I have that blower and a two stage as well.

As long as it's not ice / slush, or much deeper than 12" or so, that thing is amazing, and I will buy another when the need arises. If it's light and fluffy, you can blow through snow like it wasn't even there.


----------



## leigh (Jan 2, 2009)

The new toro 721 qzr's are beasts! The toro 2 stage hasn't been used since the 39" storm 2 years ago.Been slowly replacing the 2 stroke 3620's


----------



## lawntec (Aug 20, 2006)

I have 2 - 2 stage snow blowers and 15'ish - Toro 721's. And the 2 stage blowers are sitting around clearing dust. The Toro is the best single stage I have ever tried.


----------



## SnoFarmer (Oct 15, 2004)

if its light and fluffy you can run down the sidewalk with a shovel or a leaf-blower.

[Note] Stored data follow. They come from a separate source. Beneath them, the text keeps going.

def scores(matches: pd.DataFrame | Iterable[pd.DataFrame], *, min_mm: dict | None = None) -> dict:
    """Recall, precision and size errors from :func:`match` output.

    Parameters
    ----------
    matches : DataFrame or iterable of DataFrames
        One photo's matches or many (concatenated).
    min_mm : dict, optional
        Per kind, a smallest truth/measured size for an extra
        ``kinds[k]["at_least"]`` entry (e.g. ``{"pore": 0.5}``).

    Returns
    -------
    dict
        ``kinds``: per kind ``all`` (counts, recall, precision), ``buckets``
        (same per size bucket) and ``at_least`` (when asked);
        ``greatest``: ``n``, ``median_abs_err_mm``, ``p95_abs_err_mm``,
        ``frac_within`` (within max(0.15 mm, 5 %)), ``median_rel_err``;
        ``unfused_length``: relative error of ``along_mm`` for matched unfused
        regions (``median``, ``max``); ``false_detections``: unmatched
        detections; ``missed``: unmatched truth.
    """
    if not isinstance(matches, pd.DataFrame):
        parts = [m for m in matches]
        m = pd.concat(parts, ignore_index=True) if parts else pd.DataFrame(columns=list(MATCH_COLUMNS))
    else:
        m = matches
    kinds_seen = [k for k in KINDS if k in set(m["truth_kind"]) | set(m["det_kind"])]
    out_k = {}
    for k in kinds_seen:
        entry = {"all": _pr(m, k), "buckets": {b: _pr(m, k, bucket=b) for b in _bucket_order()}}
        if min_mm and k in min_mm:
            entry["at_least"] = {"min_mm": float(min_mm[k]), **_pr(m, k, min_mm=float(min_mm[k]))}
        out_k[k] = entry
    pairs = m[m["matched"]]
    err = (pairs["det_greatest_mm"] - pairs["truth_greatest_mm"]).to_numpy(float)
    rel = err / pairs["truth_greatest_mm"].to_numpy(float) if len(pairs) else np.zeros(0)
    uf = pairs[(pairs["truth_kind"] == "unfused")]
    uf_rel = (np.abs(uf["det_along_mm"] - uf["truth_along_mm"]) / uf["truth_along_mm"]).to_numpy(float)
    return {
        "kinds": out_k,
        "greatest": {
            "n": int(len(pairs)),
            "median_abs_err_mm": _quantile(np.abs(err), 0.5),
            "p95_abs_err_mm": _quantile(np.abs(err), 0.95),
            "median_rel_err": _quantile(rel, 0.5),
            "frac_within": _ratio(int(pairs["greatest_ok"].sum()), len(pairs)),
        },
        "unfused_length": {
            "n": int(np.isfinite(uf_rel).sum()),
            "median_rel_err": _quantile(uf_rel, 0.5),
            "max_rel_err": None if not np.isfinite(uf_rel).any() else float(np.nanmax(uf_rel)),
        },
        "false_detections": int(((m["truth_index"] < 0) & (m["det_id"] >= 0)).sum()),
        "missed": int(((m["truth_index"] >= 0) & ~m["matched"]).sum()),
        "n_truth": int((m["truth_index"] >= 0).sum()),
        "n_detected": int((m["det_id"] >= 0).sum()),
    }


# --------------------------------------------------------------------------- per photo


def visible_face(truth: dict) -> tuple[dict | None, str]:
    """The truth face the tool's face is compared with, and where it came from.

    Returns ``(face, source)``: ``face["visible"]`` and ``"visible"`` when
    the truth records the drawn surface (bend coupons); for an older bend
    truth file without it, the drawn strip replayed from the seed by the
    generator (``"replayed"``), or ``(None, "unknown")`` when that cannot be
    told; otherwise the truth face itself (``"face"``: a fracture face, a
    flat bend coupon or an annotated photo, where what is seen is the face).
    """
    tf = truth.get("face") or {}
    if isinstance(tf.get("visible"), dict):
        return tf["visible"], "visible"
    if truth.get("scene") == "bend" and (truth.get("curvature") or {}).get("enabled"):
        try:
            from .synth._bend import visible_face as replay
        except ImportError:  # pragma: no cover - the generator ships with the source tree
            return None, "unknown"
        v = replay(truth)
        return (v, "replayed") if v is not None else (None, "unknown")
    return tf, "face"


def photo_scores(assessment: dict, truth: dict) -> dict:
    """Calibration and face errors of one assessment against its truth.

    Returns ``px_per_mm`` (tool), ``px_per_mm_truth``, ``px_per_mm_err_pct``
    (signed, percent of truth), ``face_area_mm2``, ``face_area_truth_mm2``,
    ``face_area_err_pct``, the same for face length, and ``face_truth``: the
    truth face compared with (:func:`visible_face`; on a curved bend coupon
    the drawn surface projected onto the card's plane, as the tool measures
    it; the face figures are None when it is ``unknown``).
    """
    cal = assessment.get("calibration") or {}
    face = assessment.get("face") or {}
    tf, source = visible_face(truth)
    tf = tf or {}
    out = {}

    def pct(a, b):
        a, b = _num(a), _num(b)
        return (a - b) / b * 100.0 if math.isfinite(a) and math.isfinite(b) and b != 0 else None

    out["px_per_mm"] = _num(cal.get("px_per_mm"))
    out["px_per_mm_truth"] = _num(truth.get("px_per_mm_face"))
    out["px_per_mm_err_pct"] = pct(out["px_per_mm"], out["px_per_mm_truth"])
    out["face_area_mm2"] = _num(face.get("area_mm2"))
    out["face_area_truth_mm2"] = _num(tf.get("area_mm2"))
    out["face_area_err_pct"] = pct(out["face_area_mm2"], out["face_area_truth_mm2"])
    out["face_length_mm"] = _num(face.get("length_mm"))
    out["face_length_truth_mm"] = _num(tf.get("length_mm"))
    out["face_length_err_pct"] = pct(out["face_length_mm"], out["face_length_truth_mm"])
    out["face_truth"] = source
    return out


# --------------------------------------------------------------------------- truth verdict


def _to_face_mm(truth: dict):
    """A function mapping plane mm (N, 2) to face mm (x along, y across), and the face's L, W.

    Uses the truth face's ``A_face_to_plane`` (face mm -> plane mm) when
    present; otherwise the face polygon's first vertex is the origin and its
    longer adjacent side the x axis (a rectangle in plane mm).
    """
    tf = truth.get("face") or {}
    L, W = _num(tf.get("length_mm")), _num(tf.get("width_mm"))
    A = tf.get("A_face_to_plane")
    if A is not None:
        Ainv = np.linalg.inv(np.asarray(A, dtype=np.float64))
        return (lambda pts: apply_h(Ainv, pts)), L, W
    P = np.asarray(tf.get("polygon_mm") or [], dtype=np.float64).reshape(-1, 2)
    if len(P) < 3:
        raise TruthError("the truth face has neither A_face_to_plane nor polygon_mm: cannot use face axes")
    o = P[0]
    a, b = P[1] - P[0], P[-1] - P[0]
    if np.hypot(*b) > np.hypot(*a):
        a, b = b, a
    ux, uy = a / np.hypot(*a), b / np.hypot(*b)
    rel = P - o
    if not math.isfinite(L):
        L = float(np.ptp(rel @ ux))
    if not math.isfinite(W):
        W = float(np.ptp(rel @ uy))
    return (lambda pts: np.c_[(np.asarray(pts, float) - o) @ ux, (np.asarray(pts, float) - o) @ uy]), L, W


def truth_table(truth: dict, *, root_side: str | None = None) -> pd.DataFrame:
    """The truth imperfections as an imperfection table (contract columns, uncertainties 0).

    Face-axes extents come from the truth's ``face_mm`` (exact, written by
    the generator); without it, the centroid is mapped into face axes and
    the extents are the centroid +/- half ``along_mm`` / ``across_mm``.
    ``at_edge`` is the truth ``starts_at_edge`` or, when that is false or
    absent, the same 0.5 mm band the measurement uses (on a bend coupon
    along the long edges only, and x from the start of the surface seen,
    :func:`visible_face`, as the tool measures it); ``confidence`` is 1
    and ``status`` ``confirmed``.  ``root_side`` (``y0``/``y1``) defaults to
    the truth face's ``root_side``.
    """
    from .measure import EDGE_BAND_MM, TABLE_COLUMNS, empty_table

    tru = list(truth.get("imperfections") or [])
    if not tru:
        return empty_table()
    to_face, L, W = _to_face_mm(truth)
    root = root_side or (truth.get("face") or {}).get("root_side") or "unknown"
    bend = truth.get("test") == "bend" or truth.get("scene") == "bend"
    seen = None  # (start, length) of the bend surface seen, in the truth's surface x
    if bend:
        vis, _ = visible_face(truth)
        s0, s1 = _num((vis or {}).get("surface_x0_mm")), _num((vis or {}).get("surface_x1_mm"))
        if math.isfinite(s0) and math.isfinite(s1) and s1 > s0:
            seen = (s0, s1 - s0)
    rows = []
    for i, t in enumerate(tru, start=1):
        kind = str(t.get("kind") or "")
        if kind not in KINDS:
            raise TruthError(f"truth imperfection {i} has kind {kind!r}: expected one of {', '.join(KINDS)}")
        along, across = _num(t.get("along_mm")), _num(t.get("across_mm"))
        fm = t.get("face_mm")
        Lx = L
        if isinstance(fm, dict) and {"cx", "cy", "x0", "x1", "y0", "y1"} <= set(fm):
            cx, cy, x0, x1, y0, y1 = (_num(fm[k]) for k in ("cx", "cy", "x0", "x1", "y0", "y1"))
            if seen is not None:  # true surface x from the start of the surface seen, as the tool measures it
                cx, x0, x1, Lx = cx - seen[0], x0 - seen[0], x1 - seen[0], seen[1]
        else:
            cx, cy = (float(v) for v in to_face([t.get("centroid_mm")])[0])
            x0, x1 = cx - along / 2, cx + along / 2
            y0, y1 = cy - across / 2, cy + across / 2
        dist_end = min(x0, Lx - x1)
        dist_edge = min(y0, W - y1)
        dist_root = y0 if root == "y0" else (W - y1 if root == "y1" else float("nan"))
        # a bend coupon's corners are its long edges; the ends of the surface seen are not (as measure.py)
        at_end = dist_end <= EDGE_BAND_MM and not bend
        at_edge = bool(t.get("starts_at_edge")) or dist_edge <= EDGE_BAND_MM or at_end
        at_root = dist_root <= EDGE_BAND_MM if root in ("y0", "y1") else dist_edge <= EDGE_BAND_MM
        row = {c: None for c in TABLE_COLUMNS}
        row.update(
            id=i, kind=kind, iso6520=str(t.get("iso6520") or ""), confidence=1.0,
            greatest_mm=_num(t.get("greatest_mm")), width_mm=_num(t.get("width_mm")),
            along_mm=along, across_mm=across, area_mm2=_num(t.get("area_mm2")),
            x0_mm=x0, x1_mm=x1, y0_mm=y0, y1_mm=y1, cx_mm=cx, cy_mm=cy,
            dist_root_mm=dist_root, dist_end_mm=dist_end, dist_edge_mm=dist_edge,
            at_edge=bool(at_edge), at_root=bool(at_root), cause=str(t.get("cause") or ""),
            centroid_px=t.get("centroid_px"), bbox_px=t.get("bbox_px"), outline_px=[],
            source="manual", status="confirmed",
        )  # fmt: skip
        for col in ("greatest_u_mm", "width_u_mm", "along_u_mm", "across_u_mm", "area_u_mm2"):
            row[col] = 0.0
        rows.append(row)
    return pd.DataFrame(rows, columns=list(TABLE_COLUMNS))
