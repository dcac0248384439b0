"""Find the test face and rectify it into its own metric axes.

The face is located in two passes:

1. **Coarse**, on a copy of the photo warped into the marker plane at
   ``COARSE_PX_PER_MM``: a texture-energy map (the granular fracture surface
   is rougher at the 0.1-0.5 mm scale than plate, card, table and shadow),
   with the reference card masked out, oriented texture (brushing, ripples,
   grid lines) and saturated (rusty) areas damped.  Candidate regions from a
   ladder of thresholds must stand out from a ring around them; a region
   holding a much more textured one running most of its length is the
   specimen, not the face, while a rougher region spanning the whole width
   of a longer clean strip is a stretch of that strip (the face).
2. **Fine**, on the face rectified at ``FINE_PX_PER_MM`` with a margin, with
   texture scales set by what the photo resolves at the face: the ends and
   long edges are where the texture profile rises to half-way between the
   outside and inside levels, walking in from outside, snapped to the
   brightness step, then moved out over a calmer end of the face's own
   brightness that is still textured (of any brightness where its texture is plainly the
   face's: a shinier zone of the break) (the profile along the face follows an upper share of
   the rows across it, so a defect across most of the face does not end it, and each end
   sits at the half-way level of the face's own texture just inside it); a frame whose margin
   the face's texture runs into (the coarse region was a stretch of the face) is lengthened
   that way and the pass repeated; each long edge is a line whose slope comes from
   stretches along the face (a tapered face keeps its taper) and which a
   smooth band along the root does not pull inwards.  The frame turns to the
   edges' direction when they lean.

A region too wide for the test's face (the specimen: plate, bead and face)
is searched for a band along it at most that wide whose fine texture stands
well above the region's (:func:`_textured_band`); the fine pass then fits
the face on that band.

The result is the outline (``Face.mask``, ``Face.area_mm2``), not its
bounding rectangle.  An automatic search that is unsure (faint outline, an
end beyond which the face's texture and brightness go on, an outline much
smaller than the textured region it came from, a face wider than the test
allows, a face running out of the photo) raises
:class:`~surfaces.model.FaceError` asking for ``--roi`` rather than measure
the wrong region.

Every length here is in millimetres; pixels appear only when warping.
"""

from __future__ import annotations

import math

import cv2
import numpy as np
from scipy import ndimage as ndi

from .geometry import apply_h
from .model import WORK_PX_PER_MM, Calibration, Face, FaceError

COARSE_PX_PER_MM = 4.0
#: Largest plane extent searched around the photo's footprint (mm).
MAX_SEARCH_MM = 700.0


# --------------------------------------------------------------------------
# warping helpers


def face_frame(centre_mm, axis_deg: float, origin_mm, *, px_per_mm: float) -> np.ndarray:
    """Matrix mapping face-image pixels (col, row, 1) to plane mm (X, Y, 1).

    ``origin_mm`` is the face-axes position (x, y) of the image's top-left
    pixel edge; pixel centres sit at ``origin + (col + 0.5) / px_per_mm``.
    """
    a = math.radians(axis_deg)
    ux = np.array([math.cos(a), math.sin(a)])  # along the weld, in the plane
    uy = np.array([-math.sin(a), math.cos(a)])  # across
    s = 1.0 / px_per_mm
    ox, oy = origin_mm
    c = np.asarray(centre_mm, dtype=np.float64)
    # plane = c + ux * (ox + (col + .5) s) + uy * (oy + (row + .5) s)
    t = c + ux * (ox + 0.5 * s) + uy * (oy + 0.5 * s)
    return np.array([[ux[0] * s, uy[0] * s, t[0]], [ux[1] * s, uy[1] * s, t[1]], [0, 0, 1.0]])


def warp_to_face(img: np.ndarray, H_px_to_mm: np.ndarray, A: np.ndarray, shape) -> np.ndarray:
    """Sample ``img`` (photo pixels) on the face grid described by ``A``."""
    M = np.linalg.inv(H_px_to_mm) @ A  # face px -> photo px
    h, w = int(shape[0]), int(shape[1])
    return cv2.warpPerspective(
        img, M, (w, h), flags=cv2.INTER_LINEAR | cv2.WARP_INVERSE_MAP, borderMode=cv2.BORDER_REPLICATE
    )


def _texture_energy(gray: np.ndarray, *, px_per_mm: float, fine_mm: float, window_mm: float) -> np.ndarray:
    """Local RMS of the band-pass detail between ``fine_mm`` and the pixel scale."""
    g = gray.astype(np.float32)
    hp = g - cv2.GaussianBlur(g, (0, 0), max(fine_mm * px_per_mm, 0.6))
    hp *= hp
    e = cv2.GaussianBlur(hp, (0, 0), max(window_mm * px_per_mm, 0.8))
    np.maximum(e, 0, out=e)
    return np.sqrt(e, out=e)


# --------------------------------------------------------------------------
# coarse search


def _search_box(calib: Calibration, shape, roi_poly_px) -> tuple[np.ndarray, str]:
    """Plane-mm polygon to search, and a description."""
    h, w = shape[:2]
    if roi_poly_px is not None:
        return apply_h(calib.H, roi_poly_px), "roi"
    corners = np.array([[0, 0], [w - 1, 0], [w - 1, h - 1], [0, h - 1]], dtype=np.float64)
    return apply_h(calib.H, corners), "photo"


def _marker_squares(calib: Calibration, grow: float) -> list[np.ndarray]:
    """Plane polygons (mm): each marker's square scaled by ``grow`` about its centre."""
    out = []
    for m in calib.markers:
        c = apply_h(calib.H, m.corners_px)
        ctr = c.mean(axis=0)
        out.append(ctr + (c - ctr) * grow)
    return out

sure a single stage will work, until it wont.
and it wont at the worst times.

pe prepared, own a 2 stage,


----------



## KildonanSnowRem (Oct 17, 2015)

SnoFarmer said:


> if its light and fluffy you can run down the sidewalk with a shovel or a leaf-blower.
> 
> sure a single stage will work, until it wont.
> and it wont at the worst times.
> ...


If you keep up with a storm you'll never need a two stage. That means clearing every 6". But I agree, own one just in case and never use it. That's what I do.


----------



## SnoFarmer (Oct 15, 2004)

KildonanSnowRem said:


> If you keep up with a storm you'll never need a two stage. That means clearing every 6". But I agree, own one just in case and never use it. That's what I do.





KildonanSnowRem said:


> 30 houses in 6-8 hours for two guys with power clears. 2-6 car driveways all within an 8km radius.


But you may not be abel to keep up with a storm.
As it could tAke Ya 8-10 hrs to get back to the first drive.
And it's snowing at a inch or more a hr with 15mph+ wind.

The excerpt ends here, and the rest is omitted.